To do ::
Each line below that carries the string "determinant" must appear in the answer.

Stored data entries
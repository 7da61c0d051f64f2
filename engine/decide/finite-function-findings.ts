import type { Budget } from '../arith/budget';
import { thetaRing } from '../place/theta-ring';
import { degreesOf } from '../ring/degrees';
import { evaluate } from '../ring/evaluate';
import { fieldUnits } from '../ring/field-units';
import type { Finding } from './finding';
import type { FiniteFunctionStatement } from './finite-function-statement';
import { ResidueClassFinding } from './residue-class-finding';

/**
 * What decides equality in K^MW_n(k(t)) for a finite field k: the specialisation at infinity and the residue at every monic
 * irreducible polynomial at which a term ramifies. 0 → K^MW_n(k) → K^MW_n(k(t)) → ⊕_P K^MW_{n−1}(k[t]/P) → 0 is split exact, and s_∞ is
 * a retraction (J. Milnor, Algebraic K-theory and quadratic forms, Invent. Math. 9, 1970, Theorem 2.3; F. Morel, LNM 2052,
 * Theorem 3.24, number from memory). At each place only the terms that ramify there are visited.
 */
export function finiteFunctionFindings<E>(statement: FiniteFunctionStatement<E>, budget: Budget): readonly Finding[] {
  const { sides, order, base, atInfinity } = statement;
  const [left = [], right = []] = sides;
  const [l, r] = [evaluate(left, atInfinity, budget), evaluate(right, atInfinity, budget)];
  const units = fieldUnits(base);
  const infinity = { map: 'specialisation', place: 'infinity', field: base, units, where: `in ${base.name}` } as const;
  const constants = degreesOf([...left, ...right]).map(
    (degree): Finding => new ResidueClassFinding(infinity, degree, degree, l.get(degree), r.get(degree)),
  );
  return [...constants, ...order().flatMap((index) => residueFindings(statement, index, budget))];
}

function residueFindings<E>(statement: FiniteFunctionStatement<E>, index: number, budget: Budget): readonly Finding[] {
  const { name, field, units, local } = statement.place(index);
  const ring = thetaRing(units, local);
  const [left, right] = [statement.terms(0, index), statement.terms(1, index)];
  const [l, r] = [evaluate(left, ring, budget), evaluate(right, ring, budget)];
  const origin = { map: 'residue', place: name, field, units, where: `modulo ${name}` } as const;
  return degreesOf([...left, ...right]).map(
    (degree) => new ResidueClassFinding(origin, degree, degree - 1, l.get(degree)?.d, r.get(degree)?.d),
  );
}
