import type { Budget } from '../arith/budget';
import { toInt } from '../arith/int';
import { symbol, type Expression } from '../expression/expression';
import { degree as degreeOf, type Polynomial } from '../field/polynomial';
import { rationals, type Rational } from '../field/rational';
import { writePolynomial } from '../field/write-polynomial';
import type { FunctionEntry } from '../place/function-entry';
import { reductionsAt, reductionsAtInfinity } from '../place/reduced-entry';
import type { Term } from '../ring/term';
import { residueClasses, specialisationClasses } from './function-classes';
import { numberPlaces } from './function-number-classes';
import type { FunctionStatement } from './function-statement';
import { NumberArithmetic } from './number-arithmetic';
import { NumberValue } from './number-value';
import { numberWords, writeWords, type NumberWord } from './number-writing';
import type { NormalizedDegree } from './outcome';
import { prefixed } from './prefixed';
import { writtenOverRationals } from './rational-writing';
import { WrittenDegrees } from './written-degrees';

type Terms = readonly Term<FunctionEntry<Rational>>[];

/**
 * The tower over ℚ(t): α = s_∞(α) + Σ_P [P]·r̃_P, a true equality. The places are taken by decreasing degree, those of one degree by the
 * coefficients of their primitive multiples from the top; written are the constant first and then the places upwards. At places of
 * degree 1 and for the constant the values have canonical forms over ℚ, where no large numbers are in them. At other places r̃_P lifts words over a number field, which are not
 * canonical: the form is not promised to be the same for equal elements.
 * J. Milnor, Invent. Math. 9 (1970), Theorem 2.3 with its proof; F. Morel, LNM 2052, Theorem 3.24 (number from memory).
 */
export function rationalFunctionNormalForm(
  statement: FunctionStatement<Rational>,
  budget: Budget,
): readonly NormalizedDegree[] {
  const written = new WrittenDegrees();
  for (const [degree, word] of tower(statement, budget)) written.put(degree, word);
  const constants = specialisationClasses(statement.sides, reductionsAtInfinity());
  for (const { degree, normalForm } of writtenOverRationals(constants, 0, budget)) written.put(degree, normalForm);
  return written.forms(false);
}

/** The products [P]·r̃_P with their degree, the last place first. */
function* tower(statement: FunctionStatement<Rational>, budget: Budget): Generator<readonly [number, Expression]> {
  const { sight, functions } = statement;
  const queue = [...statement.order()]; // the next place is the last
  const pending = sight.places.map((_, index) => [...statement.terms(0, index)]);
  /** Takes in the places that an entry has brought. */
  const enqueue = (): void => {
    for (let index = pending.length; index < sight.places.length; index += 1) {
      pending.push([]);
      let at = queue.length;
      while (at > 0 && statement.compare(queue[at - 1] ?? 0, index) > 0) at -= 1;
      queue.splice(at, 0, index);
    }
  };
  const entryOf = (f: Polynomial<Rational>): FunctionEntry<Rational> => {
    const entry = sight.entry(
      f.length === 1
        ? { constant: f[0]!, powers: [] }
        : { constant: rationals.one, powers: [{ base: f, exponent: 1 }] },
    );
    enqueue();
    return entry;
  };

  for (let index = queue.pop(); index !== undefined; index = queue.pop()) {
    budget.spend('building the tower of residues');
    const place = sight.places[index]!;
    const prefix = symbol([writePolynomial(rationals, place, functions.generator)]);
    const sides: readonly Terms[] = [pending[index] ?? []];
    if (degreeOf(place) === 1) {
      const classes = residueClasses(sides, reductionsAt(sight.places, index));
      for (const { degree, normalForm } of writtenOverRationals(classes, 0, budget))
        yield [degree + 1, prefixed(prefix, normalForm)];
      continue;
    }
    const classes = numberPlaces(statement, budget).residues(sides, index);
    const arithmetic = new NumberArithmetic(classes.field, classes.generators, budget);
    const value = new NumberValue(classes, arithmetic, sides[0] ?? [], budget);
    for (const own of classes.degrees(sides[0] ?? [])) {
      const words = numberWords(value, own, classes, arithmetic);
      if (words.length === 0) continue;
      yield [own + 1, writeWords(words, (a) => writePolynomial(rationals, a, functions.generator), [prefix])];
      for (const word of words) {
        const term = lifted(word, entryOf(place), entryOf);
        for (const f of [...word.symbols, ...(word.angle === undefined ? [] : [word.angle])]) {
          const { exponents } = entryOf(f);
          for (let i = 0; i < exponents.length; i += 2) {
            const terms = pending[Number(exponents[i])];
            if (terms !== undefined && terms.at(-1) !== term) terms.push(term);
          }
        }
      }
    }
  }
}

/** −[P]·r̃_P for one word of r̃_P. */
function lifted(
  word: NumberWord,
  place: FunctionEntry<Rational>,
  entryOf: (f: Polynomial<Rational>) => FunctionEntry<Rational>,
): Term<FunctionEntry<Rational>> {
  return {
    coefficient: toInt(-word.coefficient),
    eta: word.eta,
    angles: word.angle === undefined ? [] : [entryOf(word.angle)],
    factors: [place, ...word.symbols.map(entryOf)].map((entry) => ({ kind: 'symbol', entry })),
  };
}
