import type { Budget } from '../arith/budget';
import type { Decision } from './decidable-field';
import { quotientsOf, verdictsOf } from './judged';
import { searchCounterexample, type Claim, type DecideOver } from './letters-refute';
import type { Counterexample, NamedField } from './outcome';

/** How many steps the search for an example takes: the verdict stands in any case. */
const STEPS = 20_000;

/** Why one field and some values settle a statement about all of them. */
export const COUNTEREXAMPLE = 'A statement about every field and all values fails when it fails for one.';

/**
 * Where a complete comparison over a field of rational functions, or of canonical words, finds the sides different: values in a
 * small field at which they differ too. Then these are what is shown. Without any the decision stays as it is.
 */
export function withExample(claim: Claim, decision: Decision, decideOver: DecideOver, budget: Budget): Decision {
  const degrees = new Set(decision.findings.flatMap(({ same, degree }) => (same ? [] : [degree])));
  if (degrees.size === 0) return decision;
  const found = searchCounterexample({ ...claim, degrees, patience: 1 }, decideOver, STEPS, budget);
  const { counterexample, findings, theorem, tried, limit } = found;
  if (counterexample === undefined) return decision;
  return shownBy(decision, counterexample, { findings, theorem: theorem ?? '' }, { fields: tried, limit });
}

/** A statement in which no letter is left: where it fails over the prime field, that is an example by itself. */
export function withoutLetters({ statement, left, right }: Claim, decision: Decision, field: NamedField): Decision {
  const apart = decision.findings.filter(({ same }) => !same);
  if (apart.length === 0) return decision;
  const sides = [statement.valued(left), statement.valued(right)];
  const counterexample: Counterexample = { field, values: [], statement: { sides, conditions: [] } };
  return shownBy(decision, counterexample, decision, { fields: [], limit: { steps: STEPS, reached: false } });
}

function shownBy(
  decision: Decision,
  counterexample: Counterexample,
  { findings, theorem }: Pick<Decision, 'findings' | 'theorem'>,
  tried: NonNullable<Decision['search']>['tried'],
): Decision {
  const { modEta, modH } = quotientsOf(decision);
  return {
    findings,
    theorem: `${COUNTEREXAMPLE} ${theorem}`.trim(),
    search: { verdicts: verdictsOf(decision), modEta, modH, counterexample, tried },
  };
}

--

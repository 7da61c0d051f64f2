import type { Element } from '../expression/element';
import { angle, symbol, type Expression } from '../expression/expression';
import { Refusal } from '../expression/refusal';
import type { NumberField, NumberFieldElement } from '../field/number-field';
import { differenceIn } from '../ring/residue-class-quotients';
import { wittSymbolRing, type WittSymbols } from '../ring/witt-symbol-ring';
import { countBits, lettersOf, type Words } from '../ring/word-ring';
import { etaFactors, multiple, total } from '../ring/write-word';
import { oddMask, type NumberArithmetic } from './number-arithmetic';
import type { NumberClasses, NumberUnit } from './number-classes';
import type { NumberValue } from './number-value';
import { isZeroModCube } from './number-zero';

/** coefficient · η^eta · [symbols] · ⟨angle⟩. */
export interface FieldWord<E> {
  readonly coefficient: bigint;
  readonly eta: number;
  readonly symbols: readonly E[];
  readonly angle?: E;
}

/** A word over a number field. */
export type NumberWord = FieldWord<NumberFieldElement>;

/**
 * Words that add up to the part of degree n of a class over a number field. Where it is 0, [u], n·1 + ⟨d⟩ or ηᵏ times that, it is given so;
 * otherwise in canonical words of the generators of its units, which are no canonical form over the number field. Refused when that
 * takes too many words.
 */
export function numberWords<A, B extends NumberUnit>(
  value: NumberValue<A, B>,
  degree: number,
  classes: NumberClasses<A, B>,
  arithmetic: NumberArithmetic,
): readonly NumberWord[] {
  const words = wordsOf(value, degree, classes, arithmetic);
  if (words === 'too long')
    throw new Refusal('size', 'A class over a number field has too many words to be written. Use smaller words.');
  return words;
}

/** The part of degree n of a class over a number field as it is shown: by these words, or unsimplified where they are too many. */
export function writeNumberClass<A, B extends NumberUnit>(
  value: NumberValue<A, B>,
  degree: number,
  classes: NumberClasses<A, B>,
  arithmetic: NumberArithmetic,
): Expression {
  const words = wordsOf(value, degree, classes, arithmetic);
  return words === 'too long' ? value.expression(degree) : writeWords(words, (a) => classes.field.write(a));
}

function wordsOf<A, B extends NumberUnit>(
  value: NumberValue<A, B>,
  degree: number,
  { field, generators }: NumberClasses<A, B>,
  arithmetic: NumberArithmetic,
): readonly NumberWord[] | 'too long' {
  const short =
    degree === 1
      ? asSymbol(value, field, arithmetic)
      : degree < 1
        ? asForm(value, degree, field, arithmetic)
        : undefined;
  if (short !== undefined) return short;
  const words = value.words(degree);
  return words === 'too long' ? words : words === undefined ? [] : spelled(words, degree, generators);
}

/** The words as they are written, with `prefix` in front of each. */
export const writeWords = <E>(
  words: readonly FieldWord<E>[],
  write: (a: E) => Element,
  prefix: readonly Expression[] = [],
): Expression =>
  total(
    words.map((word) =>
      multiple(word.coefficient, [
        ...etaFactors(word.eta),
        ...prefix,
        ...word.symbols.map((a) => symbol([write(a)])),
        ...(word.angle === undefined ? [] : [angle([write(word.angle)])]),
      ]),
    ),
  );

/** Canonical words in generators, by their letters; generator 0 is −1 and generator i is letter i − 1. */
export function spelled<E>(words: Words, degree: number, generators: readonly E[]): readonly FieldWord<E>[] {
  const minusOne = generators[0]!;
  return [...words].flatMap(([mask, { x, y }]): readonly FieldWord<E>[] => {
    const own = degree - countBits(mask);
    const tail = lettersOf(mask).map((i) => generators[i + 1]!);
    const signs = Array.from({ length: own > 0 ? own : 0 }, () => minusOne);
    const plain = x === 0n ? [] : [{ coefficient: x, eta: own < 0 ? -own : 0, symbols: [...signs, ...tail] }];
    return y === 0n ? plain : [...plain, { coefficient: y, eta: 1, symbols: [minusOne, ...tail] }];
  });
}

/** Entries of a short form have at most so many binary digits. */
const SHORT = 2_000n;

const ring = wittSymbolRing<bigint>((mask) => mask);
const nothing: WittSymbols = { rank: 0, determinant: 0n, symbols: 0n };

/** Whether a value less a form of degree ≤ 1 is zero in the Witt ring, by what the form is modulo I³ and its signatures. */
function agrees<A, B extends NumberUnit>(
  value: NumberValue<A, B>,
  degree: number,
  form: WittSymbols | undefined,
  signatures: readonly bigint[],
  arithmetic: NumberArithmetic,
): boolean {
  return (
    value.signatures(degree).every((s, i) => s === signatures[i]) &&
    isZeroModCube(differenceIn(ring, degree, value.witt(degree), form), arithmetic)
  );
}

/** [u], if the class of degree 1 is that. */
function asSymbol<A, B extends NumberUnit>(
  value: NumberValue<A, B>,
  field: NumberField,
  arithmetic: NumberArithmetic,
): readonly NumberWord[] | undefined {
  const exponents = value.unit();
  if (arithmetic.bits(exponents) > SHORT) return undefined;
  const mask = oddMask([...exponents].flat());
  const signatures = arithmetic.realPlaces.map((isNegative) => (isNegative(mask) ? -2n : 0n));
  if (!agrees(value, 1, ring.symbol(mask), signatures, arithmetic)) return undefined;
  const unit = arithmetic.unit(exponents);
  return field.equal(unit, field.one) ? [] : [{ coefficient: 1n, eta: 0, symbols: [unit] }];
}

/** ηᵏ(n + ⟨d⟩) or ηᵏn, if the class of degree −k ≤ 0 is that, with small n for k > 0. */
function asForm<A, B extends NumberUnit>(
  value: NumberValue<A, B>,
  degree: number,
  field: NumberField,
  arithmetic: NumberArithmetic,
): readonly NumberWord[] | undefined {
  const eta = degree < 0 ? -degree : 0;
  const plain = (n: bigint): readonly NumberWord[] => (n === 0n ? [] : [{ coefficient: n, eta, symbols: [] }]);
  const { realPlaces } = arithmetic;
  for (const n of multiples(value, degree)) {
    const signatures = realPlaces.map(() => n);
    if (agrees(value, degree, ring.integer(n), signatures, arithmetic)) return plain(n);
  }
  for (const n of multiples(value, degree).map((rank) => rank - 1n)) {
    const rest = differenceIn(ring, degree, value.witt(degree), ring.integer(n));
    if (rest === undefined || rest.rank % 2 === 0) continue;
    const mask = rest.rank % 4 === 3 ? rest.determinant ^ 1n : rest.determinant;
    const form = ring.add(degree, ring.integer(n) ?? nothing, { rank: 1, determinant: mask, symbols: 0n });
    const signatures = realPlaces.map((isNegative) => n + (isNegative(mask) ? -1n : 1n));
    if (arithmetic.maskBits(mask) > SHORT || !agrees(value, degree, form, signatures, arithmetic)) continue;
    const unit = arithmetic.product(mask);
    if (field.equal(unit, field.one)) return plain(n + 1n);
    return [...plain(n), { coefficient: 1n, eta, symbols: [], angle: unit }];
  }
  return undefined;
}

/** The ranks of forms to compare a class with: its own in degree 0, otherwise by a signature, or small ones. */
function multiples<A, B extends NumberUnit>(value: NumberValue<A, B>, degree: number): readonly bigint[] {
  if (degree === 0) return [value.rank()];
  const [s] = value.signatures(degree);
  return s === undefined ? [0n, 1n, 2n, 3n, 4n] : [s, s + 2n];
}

Reply ::
const nothing: WittSymbols = { rank: 0, determinant: 0n, symbols: 0n };
    const mask = rest.rank % 4 === 3 ? rest.determinant ^ 1n : rest.determinant;
    const form = ring.add(degree, ring.integer(n) ?? nothing, { rank: 1, determinant: mask, symbols: 0n });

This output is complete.